// Stations short of the coverage, or without series, are left out with the
// reason, warned about and normalised as their own group.
func TestClusterCoverageAndScope(t *testing.T) {
	series := "station,date,variable,value\n" +
		stationSeries("A1", 1100, 9, 2, 200, 1, 0.5, 30) +
		stationSeries("A2", 1100, 9.2, 2.1, 205, 1.2, 0.6, 31) +
		stationSeries("A3", 1100, 8.9, 1.9, 198, 0.9, 0.5, 29) +
		stationSeries("B1", 1100, 15, 8, 215, 0.5, 5, 12) +
		stationSeries("B2", 1100, 15.5, 8.5, 212, 0.6, 6, 11) +
		stationSeries("SHORT", 500, 12, 5, 210, 1, 1, 20)
	stations := "station,name,latitude,longitude,forest_pct\n" +
		"A1,a1,46,-38,60\nA2,a2,46,-38,50\nA3,a3,46,-38,40\nB1,b1,46,-38,10\nB2,b2,46,-38,20\nSHORT,s,46,-38,30\nNOSERIES,n,46,-38,35\n"
	dir := writeDir(t, map[string]string{
		"rebound.toml": smallClusterConfig, "series.csv": series, "stations.csv": stations,
		"events.csv": "station,event,kind,variable,start,end,peak_departure,recovery_days,recovered,antecedent_dryness\n" +
			"A1,E1,heatwave,water_temperature,2010-07-01,2010-07-05,1.5,4,true,0.2\n",
	})
	r, errs := Load(filepath.Join(dir, "rebound.toml"))
	if len(errs) > 0 {
		t.Fatal(errs)
	}
	c := r.Clusters
	if !slices.Equal(c.Stations, []string{"A1", "A2", "A3", "B1", "B2"}) {
		t.Errorf("clustered %v", c.Stations)
	}
	wantOut := []features.Exclusion{
		{Station: "SHORT", Reason: "water_temperature: 1 of 2 required years with >= 80% of days; discharge: 1 of 2 required years with >= 80% of days"},
		{Station: "NOSERIES", Reason: "no daily series"},
	}
	if !slices.Equal(c.Excluded, wantOut) {
		t.Errorf("left out %q\nwant %q", c.Excluded, wantOut)
	}
	var warned []string
	for _, w := range r.Warnings {
		if strings.Contains(w.Error(), "left out of clustering") {
			warned = append(warned, w.Error())
		}
	}
	if len(warned) != 2 || !strings.HasPrefix(warned[0], "station SHORT: left out of clustering: water_temperature: 1 of 2") {
		t.Errorf("warnings about stations left out: %q", warned)
	}
	// Two clear groups.
	if c.K != 2 || !slices.Equal(c.Used().Labels, []int{0, 0, 0, 1, 1}) {
		t.Errorf("k = %d, labels %v", c.K, c.Used().Labels)
	}
	if err := r.Score(); err != nil {
		t.Fatal(err)
	}
	groups := c.Groups(r.Raw.Stations)
	want := []string{"cluster 1", "cluster 1", "cluster 1", "cluster 2", "cluster 2", Unclustered, Unclustered}
	if !slices.Equal(groups, want) {
		t.Errorf("groups %v, want %v", groups, want)
	}
	// Within cluster 1 the forest cover 60, 50, 40 normalises to 1, 0.5, 0
	// (min–max); the two stations left out are normalised together.
	norm := []float64{1, 0.5, 0, 0, 1, 0, 1}
	for i, w := range norm {
		if got := r.Result.Normalized[i][0]; math.Abs(got-w) > 1e-12 {
			t.Errorf("%s: normalised forest %g, want %g", r.Raw.Stations[i], got, w)
		}
	}
	found := false
	for _, w := range r.Warnings {
		found = found || strings.Contains(w.Error(), `2 stations left out of clustering are normalised together as group "unclustered"`)
	}
	if !found {
		t.Error("no warning about the unclustered group")
	}
}

// Check values for the 15 rows of iris_every10th.csv (rows 1, 11, ..., 141
// of Fisher's iris data, unscaled): scipy.cluster.hierarchy.linkage and
// cophenet, scipy 1.10.1; R hclust (stats 4.2.2) gives the same heights.
var iris15 = map[string]struct {
	merges     [][4]float64 // a, b, height, size
	cophenetic float64
}{
	"ward": {[][4]float64{{0, 4, 0.173205, 2}, {12, 14, 0.264575, 2}, {1, 2, 0.360555, 2}, {15, 17, 0.616441, 4}, {8, 9, 0.640312, 2},
		{7, 11, 0.700000, 2}, {10, 16, 0.746101, 3}, {3, 18, 0.777174, 5}, {6, 19, 1.084743, 3}, {5, 20, 1.126943, 3},
		{13, 21, 1.289703, 4}, {24, 25, 2.189912, 7}, {23, 26, 4.880535, 10}, {22, 27, 10.321822, 15}}, 0.875831},
	"average": {[][4]float64{{0, 4, 0.173205, 2}, {12, 14, 0.264575, 2}, {1, 2, 0.360555, 2}, {15, 17, 0.473288, 4}, {8, 9, 0.640312, 2},
		{3, 18, 0.654718, 5}, {10, 16, 0.657692, 3}, {7, 11, 0.700000, 2}, {6, 19, 0.961224, 3}, {5, 22, 1.026115, 3},
		{13, 21, 1.082135, 4}, {24, 25, 1.356817, 7}, {23, 26, 2.467717, 10}, {20, 27, 4.101440, 15}}, 0.880233},
	"complete": {[][4]float64{{0, 4, 0.173205, 2}, {12, 14, 0.264575, 2}, {1, 2, 0.360555, 2}, {3, 15, 0.547723, 3}, {8, 9, 0.640312, 2},
		{7, 11, 0.700000, 2}, {10, 16, 0.707107, 3}, {17, 18, 0.854400, 5}, {5, 20, 1.174734, 3}, {6, 19, 1.208305, 3},
		{13, 21, 1.352775, 4}, {23, 25, 2.027313, 7}, {22, 24, 3.388215, 8}, {26, 27, 5.643580, 15}}, 0.811570},
	"single": {[][4]float64{{0, 4, 0.173205, 2}, {12, 14, 0.264575, 2}, {1, 2, 0.360555, 2}, {15, 17, 0.374166, 4}, {3, 18, 0.538516, 5},
		{10, 16, 0.608276, 3}, {8, 9, 0.640312, 2}, {11, 20, 0.678233, 4}, {7, 22, 0.700000, 5}, {6, 21, 0.714143, 3},
		{13, 23, 0.854400, 6}, {5, 25, 0.877496, 7}, {24, 26, 1.019804, 10}, {19, 27, 2.345208, 15}}, 0.856396},
}
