export const organisations = sqliteTable('organisations', {
  id: id(),
  name: text('name').notNull(),
  coachesMayPublish: integer('coaches_may_publish', { mode: 'boolean' }).notNull().default(false),
  createdAt: createdAt(),
})

export const users = sqliteTable('users', {
  id: id(),
  // Stored lower-cased: one address, one account.
  email: text('email').notNull(),
  name: text('name').notNull(),
  passwordHash: text('password_hash').notNull(),
  // Sessions issued before this instant are refused (password change, reset).
  passwordChangedAt: integer('password_changed_at', { mode: 'timestamp_ms' }).notNull(),
  createdAt: createdAt(),
}, t => [uniqueIndex('users_email_unique').on(t.email)])

export const memberships = sqliteTable('memberships', {
  id: id(),
  organisationId: text('organisation_id').notNull().references(() => organisations.id, { onDelete: 'cascade' }),
  userId: text('user_id').notNull().references(() => users.id, { onDelete: 'cascade' }),
  role: text('role', { enum: ROLES }).notNull(),
  // The daily reminder e-mail (checks due, plan items late); each person can turn it off.
  digestEmails: integer('digest_emails', { mode: 'boolean' }).notNull().default(true),
  createdAt: createdAt(),
}, t => [
  uniqueIndex('memberships_user_unique').on(t.userId),
  index('memberships_org_idx').on(t.organisationId),
])

export const invites = sqliteTable('invites', {
  id: id(),
  organisationId: text('organisation_id').notNull().references(() => organisations.id, { onDelete: 'cascade' }),
  email: text('email').notNull(),
  role: text('role', { enum: ROLES }).notNull(),
  // Only a SHA-256 of the token is kept; the token itself lives in the e-mail.
  tokenHash: text('token_hash').notNull(),
  invitedBy: text('invited_by').references(() => users.id, { onDelete: 'set null' }),
  // Inviting someone already in the roster links their new account to that roster entry.
  learnerId: text('learner_id'),
  expiresAt: integer('expires_at', { mode: 'timestamp_ms' }).notNull(),
  acceptedAt: integer('accepted_at', { mode: 'timestamp_ms' }),
  revokedAt: integer('revoked_at', { mode: 'timestamp_ms' }),
  createdAt: createdAt(),
}, t => [
  uniqueIndex('invites_token_unique').on(t.tokenHash),
  index('invites_org_idx').on(t.organisationId),
])

export const passwordResets = sqliteTable('password_resets', {
  id: id(),
  userId: text('user_id').notNull().references(() => users.id, { onDelete: 'cascade' }),
  tokenHash: text('token_hash').notNull(),
  expiresAt: integer('expires_at', { mode: 'timestamp_ms' }).notNull(),
  usedAt: integer('used_at', { mode: 'timestamp_ms' }),
  createdAt: createdAt(),
}, t => [uniqueIndex('password_resets_token_unique').on(t.tokenHash)])

export const workAreas = sqliteTable('work_areas', {
  id: id(),
  organisationId: text('organisation_id').notNull().references(() => organisations.id, { onDelete: 'cascade' }),
  name: text('name').notNull(),
  createdAt: createdAt(),
}, t => [uniqueIndex('work_areas_org_name_unique').on(t.organisationId, t.name)])

export const auditLog = sqliteTable('audit_log', {
  id: id(),
  organisationId: text('organisation_id').notNull().references(() => organisations.id, { onDelete: 'cascade' }),
  actorUserId: text('actor_user_id').references(() => users.id, { onDelete: 'set null' }),
  action: text('action').notNull(),
  targetType: text('target_type').notNull(),
  targetId: text('target_id'),
  detail: text('detail', { mode: 'json' }).$type<Record<string, unknown>>(),
  createdAt: createdAt(),
}, t => [index('audit_log_org_time_idx').on(t.organisationId, t.createdAt)])
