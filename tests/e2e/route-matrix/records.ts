// Role × route entries for the records list and its export (issue 6, item 6).
import type { Entry } from '../../support/route-matrix'

export const entries: Record<string, Entry> = {
  'GET /api/records': { access: ['admin', 'coach', 'auditor'] },
  'GET /api/records.csv': { access: ['admin', 'coach', 'auditor'] },
  'GET /api/records/coaches': { access: ['admin', 'coach', 'auditor'] },
}
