// Role × route entries for refreshers after a new breakdown version (issue 6, item 3).
import { missingId, type Entry } from '../../support/route-matrix'

export const entries: Record<string, Entry> = {
  'GET /api/jobs/[id]/retraining': { access: ['admin', 'coach', 'auditor'], path: () => `/api/jobs/${missingId()}/retraining` },
  'GET /api/retraining': { access: ['admin', 'coach', 'auditor'] },
}
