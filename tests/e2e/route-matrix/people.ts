// Role × route entries for the people pages and a learner's own training (issue 6, items 5 and 8).
import { missingId, type Entry } from '../../support/route-matrix'

export const entries: Record<string, Entry> = {
  'GET /api/learners/training': { access: ['admin', 'coach', 'auditor'] },
  // A learner may call it for their own roster entry only (403 for anyone else's: tests/e2e/people.test.ts).
  'GET /api/learners/[id]/history': { access: 'signed-in', path: () => `/api/learners/${missingId()}/history` },
  // Learners only; one without a roster entry gets 404 (tests/e2e/study.test.ts).
  'GET /api/me/training': { access: ['learner'] },
}
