// Role × route entries for the reminder digest and the person's own settings (issue 6, item 7).
import type { Entry } from '../../support/route-matrix'

export const entries: Record<string, Entry> = {
  // Every member sets their own; the setting only matters to coaches and admins.
  'PATCH /api/me/settings': { access: 'signed-in', body: () => ({ digestEmails: true }) },
  'POST /api/reminders/run': { access: ['admin'] },
}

**Exercise**
Begin with the first line of the records and reproduce each line as is, ending with the line that holds "0.5, 5, 12) +".

**Output of the task**
// Stations short of the coverage, or without series, are left out with the
// reason, warned about and normalised as their own group.
func TestClusterCoverageAndScope(t *testing.T) {
	series := "station,date,variable,value\n" +
		stationSeries("A1", 1100, 9, 2, 200, 1, 0.5, 30) +
		stationSeries("A2", 1100, 9.2, 2.1, 205, 1.2, 0.6, 31) +
		stationSeries("A3", 1100, 8.9, 1.9, 198, 0.9, 0.5, 29) +
		stationSeries("B1", 1100, 15, 8, 215, 0.5, 5, 12) +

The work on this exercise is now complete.